(Data extracted from a collection)
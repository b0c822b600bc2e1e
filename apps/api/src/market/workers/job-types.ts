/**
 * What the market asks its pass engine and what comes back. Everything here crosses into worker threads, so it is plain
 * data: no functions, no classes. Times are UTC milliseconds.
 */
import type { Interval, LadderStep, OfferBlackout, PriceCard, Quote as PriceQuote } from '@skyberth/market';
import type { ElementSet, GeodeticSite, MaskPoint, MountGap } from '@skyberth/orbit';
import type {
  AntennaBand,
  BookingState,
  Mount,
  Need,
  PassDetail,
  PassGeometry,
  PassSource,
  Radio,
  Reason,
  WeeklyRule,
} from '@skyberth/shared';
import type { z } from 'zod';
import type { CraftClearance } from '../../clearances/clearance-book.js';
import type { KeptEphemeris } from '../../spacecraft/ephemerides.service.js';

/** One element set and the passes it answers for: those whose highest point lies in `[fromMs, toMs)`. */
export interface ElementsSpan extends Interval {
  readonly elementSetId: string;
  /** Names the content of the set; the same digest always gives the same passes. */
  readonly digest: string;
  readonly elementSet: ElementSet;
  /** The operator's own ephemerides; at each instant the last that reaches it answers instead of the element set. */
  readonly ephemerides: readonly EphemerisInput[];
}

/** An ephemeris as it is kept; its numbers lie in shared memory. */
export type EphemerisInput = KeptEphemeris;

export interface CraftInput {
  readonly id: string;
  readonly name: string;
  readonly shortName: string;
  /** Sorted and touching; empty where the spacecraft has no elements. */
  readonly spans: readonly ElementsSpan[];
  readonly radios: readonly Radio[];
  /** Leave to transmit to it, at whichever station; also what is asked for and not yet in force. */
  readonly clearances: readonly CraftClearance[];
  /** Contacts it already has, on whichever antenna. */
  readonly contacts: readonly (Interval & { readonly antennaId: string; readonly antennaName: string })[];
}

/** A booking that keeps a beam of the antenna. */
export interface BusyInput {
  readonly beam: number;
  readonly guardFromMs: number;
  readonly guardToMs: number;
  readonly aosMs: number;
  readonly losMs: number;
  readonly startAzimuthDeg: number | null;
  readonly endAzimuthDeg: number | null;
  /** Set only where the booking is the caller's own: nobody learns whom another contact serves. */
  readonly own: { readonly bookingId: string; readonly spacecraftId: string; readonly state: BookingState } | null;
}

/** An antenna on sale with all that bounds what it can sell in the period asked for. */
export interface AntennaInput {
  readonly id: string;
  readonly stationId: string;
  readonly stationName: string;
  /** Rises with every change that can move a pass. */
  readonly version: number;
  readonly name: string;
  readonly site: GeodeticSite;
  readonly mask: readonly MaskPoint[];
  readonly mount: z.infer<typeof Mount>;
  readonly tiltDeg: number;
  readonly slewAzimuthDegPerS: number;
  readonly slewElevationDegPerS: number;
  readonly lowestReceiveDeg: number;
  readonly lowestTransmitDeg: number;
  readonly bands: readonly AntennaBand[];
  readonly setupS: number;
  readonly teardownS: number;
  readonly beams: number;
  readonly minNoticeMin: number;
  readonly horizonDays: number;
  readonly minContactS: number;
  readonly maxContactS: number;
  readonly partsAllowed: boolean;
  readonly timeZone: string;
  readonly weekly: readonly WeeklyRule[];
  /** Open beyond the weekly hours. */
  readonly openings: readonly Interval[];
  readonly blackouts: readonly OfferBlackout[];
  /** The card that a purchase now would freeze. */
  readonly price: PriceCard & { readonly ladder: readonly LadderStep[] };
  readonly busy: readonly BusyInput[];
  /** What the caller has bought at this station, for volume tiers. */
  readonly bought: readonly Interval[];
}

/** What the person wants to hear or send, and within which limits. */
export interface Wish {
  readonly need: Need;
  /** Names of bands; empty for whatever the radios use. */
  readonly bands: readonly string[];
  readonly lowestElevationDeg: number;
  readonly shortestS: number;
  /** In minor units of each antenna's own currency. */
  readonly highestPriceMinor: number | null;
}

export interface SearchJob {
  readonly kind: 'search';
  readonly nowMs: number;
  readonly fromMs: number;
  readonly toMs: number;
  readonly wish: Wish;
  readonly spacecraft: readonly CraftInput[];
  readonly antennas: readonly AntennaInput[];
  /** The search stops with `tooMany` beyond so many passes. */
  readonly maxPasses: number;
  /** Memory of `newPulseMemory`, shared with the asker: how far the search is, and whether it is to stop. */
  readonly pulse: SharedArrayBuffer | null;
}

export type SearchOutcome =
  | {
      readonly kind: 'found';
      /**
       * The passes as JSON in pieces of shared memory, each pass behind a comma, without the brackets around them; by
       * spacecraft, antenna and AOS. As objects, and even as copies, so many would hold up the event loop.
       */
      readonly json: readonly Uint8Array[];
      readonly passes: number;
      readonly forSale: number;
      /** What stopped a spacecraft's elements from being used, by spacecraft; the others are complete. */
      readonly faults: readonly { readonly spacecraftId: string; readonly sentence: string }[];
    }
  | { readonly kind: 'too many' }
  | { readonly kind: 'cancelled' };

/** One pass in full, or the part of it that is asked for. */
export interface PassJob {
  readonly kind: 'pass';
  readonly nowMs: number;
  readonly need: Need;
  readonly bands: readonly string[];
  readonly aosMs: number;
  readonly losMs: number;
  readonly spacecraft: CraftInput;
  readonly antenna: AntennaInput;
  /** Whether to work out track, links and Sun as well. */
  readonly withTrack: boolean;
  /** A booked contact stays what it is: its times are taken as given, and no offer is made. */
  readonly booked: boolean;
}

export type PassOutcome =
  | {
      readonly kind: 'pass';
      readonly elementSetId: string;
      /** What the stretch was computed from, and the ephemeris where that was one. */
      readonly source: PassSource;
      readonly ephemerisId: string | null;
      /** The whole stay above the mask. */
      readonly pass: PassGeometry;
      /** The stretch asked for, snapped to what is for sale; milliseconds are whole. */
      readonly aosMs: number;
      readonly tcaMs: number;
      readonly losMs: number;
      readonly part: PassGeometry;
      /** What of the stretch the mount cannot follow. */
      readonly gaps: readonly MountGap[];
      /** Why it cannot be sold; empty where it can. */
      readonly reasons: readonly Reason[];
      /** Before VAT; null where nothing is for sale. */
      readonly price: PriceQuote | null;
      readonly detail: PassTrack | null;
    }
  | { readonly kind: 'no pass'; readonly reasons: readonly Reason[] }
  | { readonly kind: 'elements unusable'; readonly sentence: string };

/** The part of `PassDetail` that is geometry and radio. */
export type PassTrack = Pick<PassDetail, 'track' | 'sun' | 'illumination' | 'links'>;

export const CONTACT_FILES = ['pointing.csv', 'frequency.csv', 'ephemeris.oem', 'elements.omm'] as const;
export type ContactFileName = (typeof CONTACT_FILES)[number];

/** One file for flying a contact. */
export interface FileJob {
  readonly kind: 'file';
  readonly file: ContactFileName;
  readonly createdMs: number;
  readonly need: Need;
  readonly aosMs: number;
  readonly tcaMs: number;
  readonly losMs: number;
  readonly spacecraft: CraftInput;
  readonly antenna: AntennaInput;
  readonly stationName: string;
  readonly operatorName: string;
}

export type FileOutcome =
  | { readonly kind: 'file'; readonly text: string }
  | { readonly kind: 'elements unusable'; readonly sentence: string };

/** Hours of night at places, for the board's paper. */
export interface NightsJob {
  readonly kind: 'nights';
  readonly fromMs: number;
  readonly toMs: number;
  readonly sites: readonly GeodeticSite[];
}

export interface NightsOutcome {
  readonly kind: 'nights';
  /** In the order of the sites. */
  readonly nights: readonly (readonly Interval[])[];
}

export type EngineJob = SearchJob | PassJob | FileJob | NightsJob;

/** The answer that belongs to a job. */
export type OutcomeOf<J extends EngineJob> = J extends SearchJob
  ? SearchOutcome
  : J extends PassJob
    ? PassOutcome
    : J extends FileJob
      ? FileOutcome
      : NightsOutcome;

● **Task prompt**: Among the lines above, which hold the word "EngineJob"? Report each one.

● **Output of the exercise**:
export type EngineJob = SearchJob | PassJob | FileJob | NightsJob;
export type OutcomeOf<J extends EngineJob> = J extends SearchJob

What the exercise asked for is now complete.